What you need to do
Set down, in full, every record in the block.

Dataset records
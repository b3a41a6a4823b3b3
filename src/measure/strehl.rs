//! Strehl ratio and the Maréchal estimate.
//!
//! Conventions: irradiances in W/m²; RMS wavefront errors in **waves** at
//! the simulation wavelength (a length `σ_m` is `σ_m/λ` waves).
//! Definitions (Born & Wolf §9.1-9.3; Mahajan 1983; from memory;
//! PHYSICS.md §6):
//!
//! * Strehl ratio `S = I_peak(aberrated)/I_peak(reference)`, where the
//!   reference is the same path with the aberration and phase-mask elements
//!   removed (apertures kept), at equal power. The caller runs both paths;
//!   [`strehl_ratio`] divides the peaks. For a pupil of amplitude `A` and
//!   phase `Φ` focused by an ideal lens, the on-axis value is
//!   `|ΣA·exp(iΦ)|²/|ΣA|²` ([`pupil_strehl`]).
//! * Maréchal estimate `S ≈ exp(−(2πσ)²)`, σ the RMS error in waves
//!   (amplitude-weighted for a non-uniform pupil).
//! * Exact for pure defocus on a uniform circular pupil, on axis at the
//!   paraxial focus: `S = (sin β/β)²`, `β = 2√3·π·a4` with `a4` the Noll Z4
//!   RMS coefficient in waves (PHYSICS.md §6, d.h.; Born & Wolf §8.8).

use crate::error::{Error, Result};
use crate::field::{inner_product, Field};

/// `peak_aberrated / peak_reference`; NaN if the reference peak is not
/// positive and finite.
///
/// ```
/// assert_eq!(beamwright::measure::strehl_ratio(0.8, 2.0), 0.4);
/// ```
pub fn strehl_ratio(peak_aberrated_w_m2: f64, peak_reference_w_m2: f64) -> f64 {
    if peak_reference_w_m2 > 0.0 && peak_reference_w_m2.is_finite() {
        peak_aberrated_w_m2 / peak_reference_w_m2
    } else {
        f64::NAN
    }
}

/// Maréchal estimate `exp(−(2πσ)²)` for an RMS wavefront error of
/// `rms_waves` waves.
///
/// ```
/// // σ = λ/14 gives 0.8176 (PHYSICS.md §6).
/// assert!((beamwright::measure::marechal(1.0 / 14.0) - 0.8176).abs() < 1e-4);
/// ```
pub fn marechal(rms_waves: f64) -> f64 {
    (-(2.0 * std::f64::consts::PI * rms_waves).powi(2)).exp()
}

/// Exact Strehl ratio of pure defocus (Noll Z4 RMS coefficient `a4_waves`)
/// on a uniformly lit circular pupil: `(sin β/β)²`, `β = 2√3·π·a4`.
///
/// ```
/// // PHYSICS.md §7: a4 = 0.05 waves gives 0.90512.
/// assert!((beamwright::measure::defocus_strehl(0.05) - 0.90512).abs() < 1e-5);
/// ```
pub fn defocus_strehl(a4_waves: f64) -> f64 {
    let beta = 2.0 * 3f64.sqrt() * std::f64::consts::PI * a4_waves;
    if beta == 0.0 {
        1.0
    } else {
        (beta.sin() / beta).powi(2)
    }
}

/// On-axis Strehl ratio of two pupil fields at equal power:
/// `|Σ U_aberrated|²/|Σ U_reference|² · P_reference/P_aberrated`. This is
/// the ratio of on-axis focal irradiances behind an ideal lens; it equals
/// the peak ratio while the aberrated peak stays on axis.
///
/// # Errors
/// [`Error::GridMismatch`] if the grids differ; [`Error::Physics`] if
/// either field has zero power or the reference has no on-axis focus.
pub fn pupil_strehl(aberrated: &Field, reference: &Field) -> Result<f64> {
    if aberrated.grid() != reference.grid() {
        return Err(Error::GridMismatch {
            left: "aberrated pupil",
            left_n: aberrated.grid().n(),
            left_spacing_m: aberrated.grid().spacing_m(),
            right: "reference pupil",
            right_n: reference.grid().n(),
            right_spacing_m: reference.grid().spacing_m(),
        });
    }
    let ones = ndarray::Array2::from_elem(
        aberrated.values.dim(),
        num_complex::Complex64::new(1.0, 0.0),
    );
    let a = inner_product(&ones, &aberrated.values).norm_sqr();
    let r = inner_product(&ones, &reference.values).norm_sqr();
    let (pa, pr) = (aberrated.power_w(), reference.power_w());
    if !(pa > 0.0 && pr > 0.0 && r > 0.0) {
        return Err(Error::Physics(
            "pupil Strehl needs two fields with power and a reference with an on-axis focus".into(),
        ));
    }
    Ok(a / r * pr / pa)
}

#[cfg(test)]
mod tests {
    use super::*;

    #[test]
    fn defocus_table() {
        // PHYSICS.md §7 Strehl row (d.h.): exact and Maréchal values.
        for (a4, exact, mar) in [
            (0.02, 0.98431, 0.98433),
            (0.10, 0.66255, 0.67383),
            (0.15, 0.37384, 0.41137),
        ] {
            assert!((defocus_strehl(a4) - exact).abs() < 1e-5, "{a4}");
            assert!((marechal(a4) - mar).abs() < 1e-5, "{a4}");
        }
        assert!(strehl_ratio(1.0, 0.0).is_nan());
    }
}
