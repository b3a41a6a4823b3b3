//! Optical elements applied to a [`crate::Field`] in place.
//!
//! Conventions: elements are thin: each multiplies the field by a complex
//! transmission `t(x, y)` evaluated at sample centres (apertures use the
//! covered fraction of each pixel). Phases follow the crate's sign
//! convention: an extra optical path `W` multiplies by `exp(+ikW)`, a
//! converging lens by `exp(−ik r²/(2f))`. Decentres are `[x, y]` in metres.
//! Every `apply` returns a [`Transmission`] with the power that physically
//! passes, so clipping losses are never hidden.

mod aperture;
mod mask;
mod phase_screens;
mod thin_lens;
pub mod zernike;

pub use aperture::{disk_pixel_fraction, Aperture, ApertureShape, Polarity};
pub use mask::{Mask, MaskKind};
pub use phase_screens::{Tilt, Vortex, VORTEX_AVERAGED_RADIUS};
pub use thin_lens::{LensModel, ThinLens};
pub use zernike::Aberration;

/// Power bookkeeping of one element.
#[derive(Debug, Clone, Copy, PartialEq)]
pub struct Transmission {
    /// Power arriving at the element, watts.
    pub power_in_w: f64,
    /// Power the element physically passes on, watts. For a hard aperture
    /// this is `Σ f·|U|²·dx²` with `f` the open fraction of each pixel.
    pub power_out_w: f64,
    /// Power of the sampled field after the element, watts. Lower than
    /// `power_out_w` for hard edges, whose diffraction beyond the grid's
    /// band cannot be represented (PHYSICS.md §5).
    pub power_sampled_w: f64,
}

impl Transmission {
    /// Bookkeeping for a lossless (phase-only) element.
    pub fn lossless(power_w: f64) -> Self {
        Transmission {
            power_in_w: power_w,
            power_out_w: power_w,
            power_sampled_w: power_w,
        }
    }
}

Result of this exercise
repository b3a41a6a4823b3b3
filename src/measure/strehl.rs
//! Strehl ratio and the Maréchal estimate.
//!
//! Conventions: irradiances in W/m²; RMS wavefront errors in **waves** at
//! the simulation wavelength (a length `σ_m` is `σ_m/λ` waves).
//! Definitions (Born & Wolf §9.1-9.3; Mahajan 1983; from memory;
//! PHYSICS.md §6):
//!
//! * Strehl ratio `S = I_peak(aberrated)/I_peak(reference)`, where the
//!   reference is the same path with the aberration and phase-mask elements
//!   removed (apertures kept), at equal power. The caller runs both paths;
//!   [`strehl_ratio`] divides the peaks. For a pupil of amplitude `A` and
//!   phase `Φ` focused by an ideal lens, the on-axis value is
//!   `|ΣA·exp(iΦ)|²/|ΣA|²` ([`pupil_strehl`]).
//! * Maréchal estimate `S ≈ exp(−(2πσ)²)`, σ the RMS error in waves
//!   (amplitude-weighted for a non-uniform pupil).
//! * Exact for pure defocus on a uniform circular pupil, on axis at the
//!   paraxial focus: `S = (sin β/β)²`, `β = 2√3·π·a4` with `a4` the Noll Z4
//!   RMS coefficient in waves (PHYSICS.md §6, d.h.; Born & Wolf §8.8).

use crate::error::{Error, Result};
use crate::field::{inner_product, Field};

/// `peak_aberrated / peak_reference`; NaN if the reference peak is not
/// positive and finite.
///
/// ```
/// assert_eq!(beamwright::measure::strehl_ratio(0.8, 2.0), 0.4);
/// ```
pub fn strehl_ratio(peak_aberrated_w_m2: f64, peak_reference_w_m2: f64) -> f64 {
    if peak_reference_w_m2 > 0.0 && peak_reference_w_m2.is_finite() {
        peak_aberrated_w_m2 / peak_reference_w_m2
    } else {
        f64::NAN
    }
}

/// Maréchal estimate `exp(−(2πσ)²)` for an RMS wavefront error of
/// `rms_waves` waves.
///
/// ```
/// // σ = λ/14 gives 0.8176 (PHYSICS.md §6).
/// assert!((beamwright::measure::marechal(1.0 / 14.0) - 0.8176).abs() < 1e-4);
/// ```
pub fn marechal(rms_waves: f64) -> f64 {
    (-(2.0 * std::f64::consts::PI * rms_waves).powi(2)).exp()
}

/// Exact Strehl ratio of pure defocus (Noll Z4 RMS coefficient `a4_waves`)
/// on a uniformly lit circular pupil: `(sin β/β)²`, `β = 2√3·π·a4`.
///
/// ```
/// // PHYSICS.md §7: a4 = 0.05 waves gives 0.90512.
/// assert!((beamwright::measure::defocus_strehl(0.05) - 0.90512).abs() < 1e-5);
/// ```
pub fn defocus_strehl(a4_waves: f64) -> f64 {
    let beta = 2.0 * 3f64.sqrt() * std::f64::consts::PI * a4_waves;
    if beta == 0.0 {
        1.0
    } else {
        (beta.sin() / beta).powi(2)
    }
}

/// On-axis Strehl ratio of two pupil fields at equal power:
/// `|Σ U_aberrated|²/|Σ U_reference|² · P_reference/P_aberrated`. This is
/// the ratio of on-axis focal irradiances behind an ideal lens; it equals
/// the peak ratio while the aberrated peak stays on axis.
///
/// # Errors
/// [`Error::GridMismatch`] if the grids differ; [`Error::Physics`] if
/// either field has zero power or the reference has no on-axis focus.
pub fn pupil_strehl(aberrated: &Field, reference: &Field) -> Result<f64> {
    if aberrated.grid() != reference.grid() {
        return Err(Error::GridMismatch {
            left: "aberrated pupil",
            left_n: aberrated.grid().n(),
            left_spacing_m: aberrated.grid().spacing_m(),
            right: "reference pupil",
            right_n: reference.grid().n(),
            right_spacing_m: reference.grid().spacing_m(),
        });
    }
    let ones = ndarray::Array2::from_elem(
        aberrated.values.dim(),
        num_complex::Complex64::new(1.0, 0.0),
    );
    let a = inner_product(&ones, &aberrated.values).norm_sqr();
    let r = inner_product(&ones, &reference.values).norm_sqr();
    let (pa, pr) = (aberrated.power_w(), reference.power_w());
    if !(pa > 0.0 && pr > 0.0 && r > 0.0) {
        return Err(Error::Physics(
            "pupil Strehl needs two fields with power and a reference with an on-axis focus".into(),
        ));
    }
    Ok(a / r * pr / pa)
}

#[cfg(test)]
mod tests {
    use super::*;

    #[test]
    fn defocus_table() {
        // PHYSICS.md §7 Strehl row (d.h.): exact and Maréchal values.
        for (a4, exact, mar) in [
            (0.02, 0.98431, 0.98433),
            (0.10, 0.66255, 0.67383),
            (0.15, 0.37384, 0.41137),
        ] {
            assert!((defocus_strehl(a4) - exact).abs() < 1e-5, "{a4}");
            assert!((marechal(a4) - mar).abs() < 1e-5, "{a4}");
        }
        assert!(strehl_ratio(1.0, 0.0).is_nan());
    }
}
repository b3a41a6a4823b3b3
//! Optical elements applied to a [`crate::Field`] in place.
//!
//! Conventions: elements are thin: each multiplies the field by a complex
//! transmission `t(x, y)` evaluated at sample centres (apertures use the
//! covered fraction of each pixel). Phases follow the crate's sign
//! convention: an extra optical path `W` multiplies by `exp(+ikW)`, a
//! converging lens by `exp(−ik r²/(2f))`. Decentres are `[x, y]` in metres.
//! Every `apply` returns a [`Transmission`] with the power that physically
//! passes, so clipping losses are never hidden.

mod aperture;
mod mask;
mod phase_screens;
mod thin_lens;
pub mod zernike;

pub use aperture::{disk_pixel_fraction, Aperture, ApertureShape, Polarity};
pub use mask::{Mask, MaskKind};
pub use phase_screens::{Tilt, Vortex, VORTEX_AVERAGED_RADIUS};
pub use thin_lens::{LensModel, ThinLens};
pub use zernike::Aberration;

/// Power bookkeeping of one element.
#[derive(Debug, Clone, Copy, PartialEq)]
pub struct Transmission {
    /// Power arriving at the element, watts.
    pub power_in_w: f64,
    /// Power the element physically passes on, watts. For a hard aperture
    /// this is `Σ f·|U|²·dx²` with `f` the open fraction of each pixel.
    pub power_out_w: f64,
    /// Power of the sampled field after the element, watts. Lower than
    /// `power_out_w` for hard edges, whose diffraction beyond the grid's
    /// band cannot be represented (PHYSICS.md §5).
    pub power_sampled_w: f64,
}

impl Transmission {
    /// Bookkeeping for a lossless (phase-only) element.
    pub fn lossless(power_w: f64) -> Self {
        Transmission {
            power_in_w: power_w,
            power_out_w: power_w,
            power_sampled_w: power_w,
        }
    }
}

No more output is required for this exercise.